• Problem details
Identify and copy all lines of the material where the string "compress" is found.
════
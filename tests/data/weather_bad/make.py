#!/usr/bin/env python3
"""Makes the faulty weather files of this folder, one fault each; the message expected of each stands in NAME.txt.

    python3 tests/data/weather_bad/make.py

Standard library only; the files come out the same every time.
"""

import gzip
import math
import pathlib
import random
from datetime import datetime, timedelta

HERE = pathlib.Path(__file__).parent
HEADING = "time beginning,temperature (°C)"


def times(n=48, start=datetime(2023, 1, 1), step=timedelta(hours=1)):
    return [start + i * step for i in range(n)]


def warmth(t):
    return 5 + 3 * math.cos((t.hour + t.minute / 60 - 14) / 24 * 2 * math.pi) + 0.07 * t.day


def rows(stamps=None, form="%Y-%m-%dT%H:%MZ"):
    return [f"{t.strftime(form)},{warmth(t):.1f}" for t in (stamps or times())]


def put(name, lines, encoding="utf-8"):
    text = lines if isinstance(lines, str) else "\n".join(lines) + "\n"
    (HERE / name).write_bytes(text.encode(encoding))


def with_line(number, text, heading=HEADING):
    """A good file whose line `number` (the heading is line 1) is replaced."""
    lines = [heading] + rows()
    lines[number - 1] = text
    return lines


def main():
    good = [HEADING] + rows()
    # Not a table of readings.
    put("empty.csv", "")
    put("blank_lines.csv", "\n\r\n\n")
    put("remarks_only.csv", "# nothing here\n# nor here\n")
    put("heading_only.csv", HEADING + "\n")
    (HERE / "binary.dat").write_bytes(b"\x89PNG\r\n\x1a\n\x00\x00\x00\rIHDR" + bytes(range(64)))
    (HERE / "spreadsheet.xlsx").write_bytes(b"PK\x03\x04\x14\x00\x06\x00" + bytes(40))
    put("web_page.csv", "<!DOCTYPE html>\n<html>\n<head><title>Not found</title></head>\n<body>404</body>\n</html>\n")
    # Bytes.
    put("utf16_without_mark.csv", "\n".join(good), "utf-16-le")
    put("not_utf8.csv", good, "latin-1")
    put("zero_byte.csv", with_line(8, "2023-01-01T06:00Z,5.\x000"))
    (HERE / "broken.csv.gz").write_bytes(gzip.compress("\n".join(good).encode(), mtime=0)[:200])
    (HERE / "bomb.csv.gz").write_bytes(gzip.compress(b"0" * (129 * 1024 * 1024), 9, mtime=0))
    # Layout.
    put("mixed_delimiters.csv", good[:40] + [line.replace(",", ";") for line in good[40:]])
    put("no_delimiter.csv", ["temperature"] + [f"{warmth(t):.1f}" for t in times()])
    put("no_headings.csv", [line + ",x" for line in rows()])
    put("no_time_heading.csv", ["moment of reading;" + HEADING.split(",")[1]] + [r.replace(",", ";") for r in rows()])
    put("no_temperature_heading.csv", ["time,warmth"] + rows())
    put("two_temperatures.csv", ["time,air temperature (C),outside temperature (C)"] + [r + ",5.0" for r in rows()])
    put("short_row.csv", with_line(20, "2023-01-01T18:00Z"))
    put("decimal_comma.csv", [HEADING] + [r.replace(".", ",") for r in rows()])
    put("long_line.csv", with_line(12, "2023-01-01T10:00Z," + "7" * 200_000))
    put("open_quote.csv", with_line(15, '"2023-01-01T13:00Z,7.9'))
    put("heading_repeated.csv", good[:25] + [HEADING] + good[25:])
    # Times.
    put("unreadable_time.csv", with_line(31, "yesterday noon,6.1"))
    put("no_such_day.csv", with_line(26, "2023-02-30T00:00Z,3.0"))
    put("no_times_at_all.csv", [HEADING] + [f"reading {i},{warmth(t):.1f}" for i, t in enumerate(times())])
    stamps = times(24, datetime(2023, 1, 30)) + times(24, datetime(2023, 1, 31))
    mixed = rows(stamps[:24], "%d/%m/%Y %H:%M") + rows(stamps[24:], "%m/%d/%Y %H:%M")
    put("two_date_orders.csv", [HEADING] + mixed)
    put("order_undecided.csv", [HEADING] + rows(times(24, datetime(2023, 4, 3)), "%d/%m/%Y %H:%M"))
    put("stamps_centuries_apart.csv", with_line(49, "2151-01-02T23:00Z,4.0"))
    put("twelve_hourly.csv", [HEADING] + rows(times(48, step=timedelta(hours=12))))
    put("three_hourly.csv", [HEADING] + rows(times(24, step=timedelta(hours=3))))
    put("ten_minutely.csv", [HEADING] + rows(times(6 * 30, step=timedelta(minutes=10))))
    put("off_the_hour.csv", [HEADING] + rows([t + timedelta(minutes=53) for t in times()]))
    put("one_row.csv", good[:2])
    shuffled = rows(times(48, datetime(2022, 12, 31)))
    random.Random(7).shuffle(shuffled)
    put("two_years_shuffled.csv", [HEADING] + shuffled)
    put("out_of_order.csv", good[:10] + good[20:25] + good[10:20] + good[25:])
    spring = [r for r in rows(times(48, datetime(2023, 3, 25)), "%Y-%m-%d %H:%M") if " 02:00" not in r or "-25" in r]
    put("clock_forward.csv", [HEADING] + spring)
    autumn = rows(times(48, datetime(2023, 10, 28)), "%Y-%m-%d %H:%M")
    put("clock_back.csv", [HEADING] + autumn[:26] + ["2023-10-29 01:00,4.0"] + autumn[26:])
    put("no_time_zone.csv", ["time,temperature (°C)"] + rows(form="%Y-%m-%d %H:%M"))
    put("twenty_four.csv", ["time,temperature (°C)"] + [
        f"2023-01-01 {h:02}:00,{warmth(datetime(2023, 1, 1, h % 24)):.1f}" for h in range(1, 25)
    ])
    # Readings.
    put("all_missing.csv", [HEADING] + [r.split(",")[0] + "," for r in rows()])
    put("nan.csv", with_line(17, "2023-01-01T15:00Z,NaN"))
    put("infinity.csv", with_line(17, "2023-01-01T15:00Z,inf"))
    put("huge.csv", with_line(17, "2023-01-01T15:00Z,1e308"))
    put("word.csv", with_line(17, "2023-01-01T15:00Z,warm"))
    put("minus_9999.csv", with_line(17, "2023-01-01T15:00Z,-9999"))
    put("out_of_bounds.csv", with_line(17, "2023-01-01T15:00Z,61.0"))
    put("spike.csv", with_line(17, "2023-01-01T15:00Z,25.0"))
    put("stuck.csv", good[:10] + [r.split(",")[0] + ",4.2" for r in good[10:40]] + good[40:])
    put("fahrenheit_called_celsius.csv", [HEADING] + [
        f"{t.strftime('%Y-%m-%dT%H:%MZ')},{warmth(t) * 9 + 32:.1f}" for t in times()
    ])
    put("fahrenheit_unstated.csv", ["time beginning,temperature"] + [
        f"{t.strftime('%Y-%m-%dT%H:%MZ')},{warmth(t) * 1.8 + 50:.1f}" for t in times()
    ])
    put("kelvin_unstated.csv", ["time beginning,temperature"] + [
        f"{t.strftime('%Y-%m-%dT%H:%MZ')},{warmth(t) + 273.15:.2f}" for t in times()
    ])
    put("tenths_unstated.csv", ["time beginning,temperature"] + [
        f"{t.strftime('%Y-%m-%dT%H:%MZ')},{warmth(t) * 10 + 100:.0f}" for t in times()
    ])
    # Holes and doubles.
    put("gap_of_2_hours.csv", good[:12] + good[14:])
    put("gap_of_10_hours.csv", good[:12] + good[22:])
    put("gap_of_30_hours.csv", [HEADING] + rows(times(24)) + rows(times(24, datetime(2023, 1, 3, 6))))
    put("doubled_row.csv", good[:12] + [good[11]] + good[12:])
    put("doubled_hour_differs.csv", good[:12] + ["2023-01-01T10:00Z,1.0"] + good[12:])
    put("humidity_missing.csv", [HEADING + ",relative humidity (%)"] + [
        r + ("," if i % 3 else ",80") for i, r in enumerate(rows())
    ])


if __name__ == "__main__":
    main()
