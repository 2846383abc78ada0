//! Reading a tariff file: every problem of it at once, with its line.

mod fields;
mod prices;
mod pricing;
mod steps;
mod tax;
mod times;

pub use fields::{Date, TariffFields};

use std::path::Path;

use chrono_tz::Tz;

use super::{Holidays, Metering, Prices, Tariff};
use crate::document::{Check, Document, Leaf, read_text};
use crate::problem::{Place, Problems};
use crate::units::{CalorificBasis, Currency, Fuel, UnitProblem};
use fields::LaterFields;
use prices::Given;
use pricing::Pricing;

/// The byte range that stands for the whole document.
const DOCUMENT: std::ops::Range<usize> = 0..0;

impl Tariff {
    /// JSON Schema of a tariff file.
    pub fn schema() -> schemars::Schema {
        Document::<TariffFields>::schema()
    }

    /// Reads a tariff file.
    ///
    /// # Errors
    /// Every problem of the file and of the price series it names.
    pub fn read(path: &Path) -> Result<Self, Problems> {
        let text = read_text(path)?;
        let folder = path.parent().unwrap_or(Path::new(""));
        Self::from_text(&path.display().to_string(), &text, folder)
    }

    /// Reads a tariff from its text, with the name of the file and the folder that series are relative to.
    ///
    /// # Errors
    /// As [`Tariff::read`].
    ///
    /// ```
    /// use winterledger::tariff::Tariff;
    /// let text = "label = \"Plain\"\nfuel = \"electricity\"\ncurrency = \"GBP\"\nrates_include_tax = true\n\
    ///     standing = \"57.21 p/day\"\n[[band]]\nrate = \"24.67 p/kWh\"\n";
    /// let tariff = Tariff::from_text("plain.toml", text, "".as_ref())?;
    /// assert_eq!(tariff.prices[0].bands.len(), 1);
    /// let hole = text.replace("rate =", "from = \"00:30\"\nrate =");
    /// let problems = Tariff::from_text("plain.toml", &hole, "".as_ref()).unwrap_err();
    /// assert!(problems.to_string().contains("00:00–00:30"));
    /// # Ok::<(), winterledger::problem::Problems>(())
    /// ```
    pub fn from_text(file: &str, text: &str, folder: &Path) -> Result<Self, Problems> {
        let (fields, mut check) = Document::<TariffFields>::read(file, text)?;
        let tariff = read(&fields, &mut check, folder, file);
        check.finish(tariff)
    }
}

/// The tariff of its fields; nothing when something that it cannot do without was refused.
fn read(fields: &TariffFields, check: &mut Check, folder: &Path, file: &str) -> Option<Tariff> {
    let label = check.required(&fields.label, &DOCUMENT, "label", "\"Quiet Nights\"");
    let fuel = check.required(&fields.fuel, &DOCUMENT, "fuel", "\"electricity\"");
    let fuel = fuel.map(|(fuel,)| fuel);
    if fields.currency.is_none() {
        check.missing(&DOCUMENT, "currency", "\"GBP\"");
    }
    let currency = parsed(check, &fields.currency, Currency::parse);
    let time_zone = parsed(check, &fields.time_zone, zone);
    let metering = check.value(&fields.metering).map(|(metering,)| metering);
    let billing = check.value(&fields.billing).map(|(billing,)| billing);
    let holidays = holidays(fields, check);
    let mut pricing = Pricing::read(fields, check, currency, fuel);

    let mut prices: Vec<Prices> = Vec::new();
    let first = Given::first(fields).prices(check, &mut pricing, None, folder);
    prices.extend(first);
    for later in &fields.later {
        let before = prices.last().cloned();
        let read = Given::later(later).prices(check, &mut pricing, before.as_ref(), folder);
        in_order(later, before.as_ref(), check);
        prices.extend(read);
    }
    electricity_only(fields, fuel, check);
    Some(Tariff {
        label: label?,
        place: Place::file(file),
        fuel: fuel?,
        currency: currency?,
        time_zone,
        metering: metering.unwrap_or_default(),
        billing: billing.unwrap_or_default(),
        holidays,
        prices,
        findings: pricing.findings,
    })
}

/// The value that a text stands for, when it is there and right.
fn parsed<T>(
    check: &mut Check,
    leaf: &Option<Leaf<String>>,
    parse: impl FnOnce(&str) -> Result<T, UnitProblem>,
) -> Option<T> {
    let text = check.value(leaf)?;
    match parse(&text) {
        Ok(value) => Some(value),
        Err(problem) => {
            let span = leaf.as_ref().map_or(DOCUMENT, Leaf::span);
            check.refuse(&span, problem.found, problem.allowed, problem.remedy);
            None
        }
    }
}

/// A time zone of its name.
fn zone(text: &str) -> Result<Tz, UnitProblem> {
    text.parse().map_err(|_| {
        let near = chrono_tz::TZ_VARIANTS
            .iter()
            .map(|zone| (strsim::jaro_winkler(text, zone.name()), zone.name()))
            .max_by(|a, b| a.0.total_cmp(&b.0));
        UnitProblem {
            found: format!("\"{text}\" is not a time zone"),
            allowed: "a name of the IANA time zone database".to_owned(),
            remedy: format!("did you mean \"{}\"?", near.map_or("UTC", |(_, name)| name)),
        }
    })
}

fn holidays(fields: &TariffFields, check: &mut Check) -> Holidays {
    let mut holidays = Holidays::default();
    for text in check.value(&fields.holidays).unwrap_or_default() {
        if !holidays.add(&text) {
            let span = fields.holidays.as_ref().map_or(DOCUMENT, Leaf::span);
            check.refuse(
                &span,
                format!("\"{text}\" is not a day"),
                "\"25 Dec\" for every year or \"2026-04-03\" for one",
                "write the day and the month, or the date",
            );
        }
    }
    holidays
}

/// A later price list must begin after the one before it.
fn in_order(later: &LaterFields, before: Option<&Prices>, check: &mut Check) {
    let (Some(leaf), Some(before)) = (&later.valid_from, before) else {
        return;
    };
    if let (Ok(Date(from)), Some(last)) = (leaf.value(), before.valid_from)
        && *from <= last
    {
        check.refuse(
            &leaf.span(),
            format!("{from} is not after {last}"),
            "price lists in the order of their dates",
            "move this [[later]] before the other, or correct its date",
        );
    }
}

/// Refuses what only makes sense for electricity.
fn electricity_only(fields: &TariffFields, fuel: Option<Fuel>, check: &mut Check) {
    let Some(fuel) = fuel else { return };
    let mut refuse =
        |span: Option<std::ops::Range<usize>>, wrong: bool, what: &str, remedy: &str| {
            if let Some(span) = span.filter(|_| wrong) {
                check.refuse(&span, format!("{what} with fuel = \"{fuel}\""), "", remedy);
            }
        };
    let burnt = fuel.is_burnt();
    let export = fields.export.as_ref().map(Leaf::span);
    refuse(
        export,
        burnt,
        "export",
        "only electricity is fed back: remove it",
    );
    let heat_pump = fields.metering.as_ref().filter(|leaf| {
        leaf.value()
            .is_ok_and(|(metering,)| *metering == Metering::HeatPump)
    });
    let remedy = "only electricity drives a heat pump: remove it";
    refuse(
        heat_pump.map(Leaf::span),
        burnt,
        "metering = \"heat-pump\"",
        remedy,
    );
    let value = fields.calorific_value.as_ref().map(Leaf::span);
    let remedy = "electricity has no calorific value: remove it";
    refuse(value, !burnt, "calorific_value", remedy);
    let net = fields.calorific_basis.as_ref().filter(|leaf| {
        leaf.value()
            .is_ok_and(|(basis,)| *basis == CalorificBasis::Net)
    });
    refuse(
        net.map(Leaf::span),
        !burnt,
        "calorific_basis = \"net\"",
        remedy,
    );
}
════
• Final answer
    (HERE / "broken.csv.gz").write_bytes(gzip.compress("\n".join(good).encode(), mtime=0)[:200])
    (HERE / "bomb.csv.gz").write_bytes(gzip.compress(b"0" * (129 * 1024 * 1024), 9, mtime=0))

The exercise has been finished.